Do you want your Keras NN to report the same value as the precise cosine-similarity calculation, between the two text summary vectors, would report? If so, why not just... do the calculation? It's not something I'd necessarily expect a neural-architecture to approxmate better.
Alternatively, if your tiny 6-pair dataset is the target:
Your existing 'gold standard' answers don't seem obviously correct to me. Superficially, 'olive plant' & 'black olives' seem nearly as 'similar' as 'tomato' & 'tomato substance'. Similarly, 'watering plants' & 'cornsalad plant' about-as-similar as 'sweet potatoes' & 'potato chip'.
A mere 6 examples (maybe 5 after train/test split?) is both inadequate to usefully train a larger neural classifier, and to the extent the classifer might be easily trained (indeed 'overfit') to the 5 training examples, it won't necessarily have learned anything generalizable to the one hold-out example (which is using vectors quite far from the training texts). (With such a paucity of training data, & testing using inputs that might be arbitrarily different than the training data, "very poor" performance would be expected. Neural nets require lots of varied training examples!)
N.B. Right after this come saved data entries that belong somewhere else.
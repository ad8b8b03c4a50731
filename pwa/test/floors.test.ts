// The page's folders and which may import which: screens -> state -> engine,
// sync, sense; the leaves import nothing of ours but leaves; boot carries
// nothing heavier than the outbox and the position sensor.

import { readdirSync, readFileSync, statSync } from "node:fs";
import { dirname, join, relative, resolve } from "node:path";
import { describe, expect, test } from "vitest";

const src = new URL("../src", import.meta.url).pathname;

const MAY: Record<string, string[]> = {
  wire: ["wire"],
  units: ["units", "wire"],
  text: ["text"],
  parts: ["parts", "units", "wire"],
  sync: ["sync", "wire"],
  sense: ["sense", "wire"],
  plot: ["plot", "parts", "units", "text", "wire"],
  engine: ["engine", "wire"],
  boot: ["boot", "sync", "sense", "wire", "screens/start"],
  state: ["state", "boot", "engine", "sync", "sense", "plot", "parts", "units", "text", "wire"],
  screens: ["screens", "boot", "state", "engine", "plot", "sense", "sync", "parts", "units", "text", "wire"],
  sw: [],
};

function files(folder: string): string[] {
  return readdirSync(folder).flatMap((f) => {
    const p = join(folder, f);
    return statSync(p).isDirectory() ? files(p) : [p];
  });
}

function imports(file: string): string[] {
  const text = readFileSync(file, "utf8");
  return [...text.matchAll(/(?:from|import\()\s*"(\.[^"]+)"/g)].map((m) => relative(src, resolve(dirname(file), m[1] as string)));
}

const sources = files(src).filter((f) => /\.tsx?$/.test(f) && !f.includes(".test."));

describe("floors", () => {
  test.each(sources.map((f) => relative(src, f)))("%s", (file) => {
    const folder = file.split("/")[0] as string;
    const may = MAY[folder];
    expect(may, `folder ${folder} has no rule`).toBeDefined();
    for (const target of imports(join(src, file))) {
      expect(may?.some((m) => target === m || target.startsWith(`${m}/`)), `${file} imports ${target}`).toBe(true);
    }
  });

  test("what boot loads before the button works is the outbox, the position and nothing heavier", () => {
    const seen = new Set<string>();
    const walk = (file: string): void => {
      if (seen.has(file)) return;
      seen.add(file);
      const text = readFileSync(file, "utf8").replace(/import\("[^"]+"\)/g, "");
      for (const m of text.matchAll(/^import (?!type)[^;]*? from "(\.[^"]+)"/gm)) walk(`${resolve(dirname(file), m[1] as string)}.ts`);
    };
    walk(join(src, "boot/boot.ts"));
    expect([...seen].map((f) => relative(src, f)).sort()).toEqual([
      "boot/boot.ts", "boot/mark.ts", "boot/press.ts", "sense/position.ts", "sync/canonical.ts",
      "sync/clock.ts", "sync/event.ts", "sync/outbox.ts", "sync/sha256.ts",
    ]);
  });
});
Finally, the strategy of creating combined-embeddings-by-averaging, as investigated by your linked paper, is another atypical practice that seems fishy to me. Even if it could offer some benefits, there's no reason to mix that atypical, somewhat non-intuitive extra practice into your experiment before even having things work with a more typical and simple baseline approach, for comparison, to be sure the extra 'meta'/averaging is worth the complication.
The paper itself doesn't really show any advantage over concatenation, which has a stronger theoretical basis (preserving each model's full independent spaces) than averaging, except by a tiny amount in 1-of-6 tests. Further, average of GLoVe & CBOW performs the same or worse than GLoVe alone on 3 on their 6 evaluations – and pretty minimally better on the 3 other evaluations. That implies to me the outperformance might be mainly random jitter introduced by the extra steps, and the averaging is – at best – a cheap option to consider as a tiny boost, not a generally-better approach.
The paper also leaves many natural related questions unaddressed:
There's other work suggesting post-training transformations of word-vector spaces may improve performance on downstream tasks – see for example 'All But The Top' – so which steps, exactly, get which advantages is important to distinguish.